Dataset entries
--- START ---

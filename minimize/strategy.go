package minimize

import (
	"context"
	"fmt"
	"math"
	"time"

	"github.com/tenter-go/tenter/action"
	"github.com/tenter-go/tenter/field"
)

// Strategy says how LeastResidual comes near a solution. Whatever the strategy,
// Levenberg–Marquardt on the whole block ends the solve, so that all of them
// solve the same problem to the same tolerance.
type Strategy uint8

// The strategies. What each needs and refuses is said in the package comment.
const (
	Fitting      Strategy = iota // Marching from a Cauchy pair, else BlockWide and, between two slices, Shooting
	BlockWide                    // Levenberg–Marquardt on the whole block from the start history alone
	Marching                     // the action's march from a pinned Cauchy pair, forward and backward
	Windows                      // a few slices at a time, each by Levenberg–Marquardt
	CoarseToFine                 // a coarser block first, refined by cubic interpolation
	Shooting                     // march from unknown Cauchy data and correct them, see Settings.Nodes
	Dragging                     // carry the pins from where the start's march has them to where they are wanted
)

// String returns the name of the strategy.
func (s Strategy) String() string {
	if int(s) < 7 {
		return [...]string{"fitting", "block-wide", "marching", "growing windows", "coarse-to-fine", "shooting", "dragging pins"}[s]
	}
	return fmt.Sprintf("strategy(%d)", uint8(s))
}

// A Stage is what a strategy did before the solve for the whole block.
type Stage struct {
	Strategy       Strategy
	Why            string // it was chosen
	Outcome        string // in words
	Used           bool   // its history became the start of the block-wide solve
	Iterations     int    // trial steps
	Factorisations int
	Max            float64 // largest |r| of its history, adjusted to the conditions
	Wall           time.Duration
}

// String returns the stage in one line.
func (s Stage) String() string {
	used := "not used"
	if s.Used {
		used = "used"
	}
	return fmt.Sprintf("%v (%s): %s, %d steps, max %.3g, %.3g s, %s", s.Strategy, s.Why, s.Outcome, s.Iterations, s.Max, s.Wall.Seconds(), used)
}

// prepare runs the strategy of the settings and, if it helps, makes its history
// the best one. A strategy asked for by name is believed as long as its history
// is finite; one that was chosen must lower the cost.
func (l *least) prepare(ctx context.Context) error {
	stage := Stage{Strategy: l.set.Strategy, Why: "asked for"}
	if stage.Strategy == Fitting {
		stage.Strategy, stage.Why = l.fitting()
	}
	l.rep.Strategy, l.rep.Why = stage.Strategy, stage.Why
	if l.fuzzy() && stage.Strategy != BlockWide {
		return l.refuse(stage.Strategy, "there are soft or linear conditions; want BlockWide")
	}
	began := time.Now()
	var h *field.History
	var err error
	switch stage.Strategy {
	case BlockWide:
		return nil
	case Marching:
		h, err = l.marching(ctx, &stage)
	case Windows:
		h, err = l.windows(ctx, &stage)
	case CoarseToFine:
		h, err = l.coarse(ctx, &stage)
	case Shooting:
		h, err = l.shooting(ctx, &stage)
	case Dragging:
		h, err = l.dragging(ctx, &stage)
	}
	if err != nil {
		return err
	}
	l.adopt(h, &stage)
	stage.Wall = time.Since(began)
	l.rep.Stages = append(l.rep.Stages, stage)
	return nil
}

// adopt makes h, adjusted to the conditions, the best history if it is finite
// and, unless it was asked for, cheaper.
func (l *least) adopt(h *field.History, stage *Stage) {
	l.free.Scatter(l.trial, l.free.Gather(nil, h))
	l.trialRes = l.s.Residual(l.trialRes, l.trial)
	sum := l.total(l.trial, l.trialRes)
	stage.Max = l.norm(l.trialRes.Data, l.normal.rows).Max
	stage.Used = !math.IsNaN(sum-sum) && (sum < l.sum || l.set.Strategy != Fitting)
	if stage.Used {
		l.accept(sum)
	}
}

// fitting chooses a strategy by the conditions.
func (l *least) fitting() (Strategy, string) {
	n, pair := l.free.CauchyPair()
	switch {
	case l.fuzzy():
		return BlockWide, "there are soft or linear conditions"
	case l.s.Block().Time.Periodic:
		return BlockWide, "the block is periodic in time"
	case l.s.Signature() == action.Euclidean:
		return BlockWide, "the signature is Euclidean"
	case !pair:
		return BlockWide, "no Cauchy pair is pinned"
	case n > 0 && l.s.Conservative() != nil:
		return BlockWide, fmt.Sprintf("a Cauchy pair is pinned at slice %d, but an equation with losses cannot be marched back", n)
	}
	return Marching, fmt.Sprintf("a Cauchy pair is pinned at slice %d", n)
}

// refuse returns the refusal of a strategy.
func (l *least) refuse(s Strategy, format string, args ...any) error {
	return &Refusal{Problem: fmt.Sprintf("%s by %v", l.rep.Problem, s), Why: fmt.Sprintf(format, args...)}
}

// marches returns a refusal unless the equation is an initial-value problem.
func (l *least) marches(s Strategy) error {
	switch {
	case l.s.Block().Time.Periodic:
		return l.refuse(s, "the block is periodic in time; want BlockWide")
	case l.s.Signature() == action.Euclidean:
		return l.refuse(s, "a Euclidean action has no march; want BlockWide")
	}
	return nil
}

// fuzzy reports whether there are conditions beside pins and rates.
func (l *least) fuzzy() bool { return l.soft || l.hard != nil }

// tied reports whether rates join free values.
func (l *least) tied() bool { return l.free.N+l.free.Fixed() != l.free.Values() }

--- END ---

### Problem details
From the entries above, say how many lines contain "Outcome". Only the number is wanted.

### Response to the exercise
2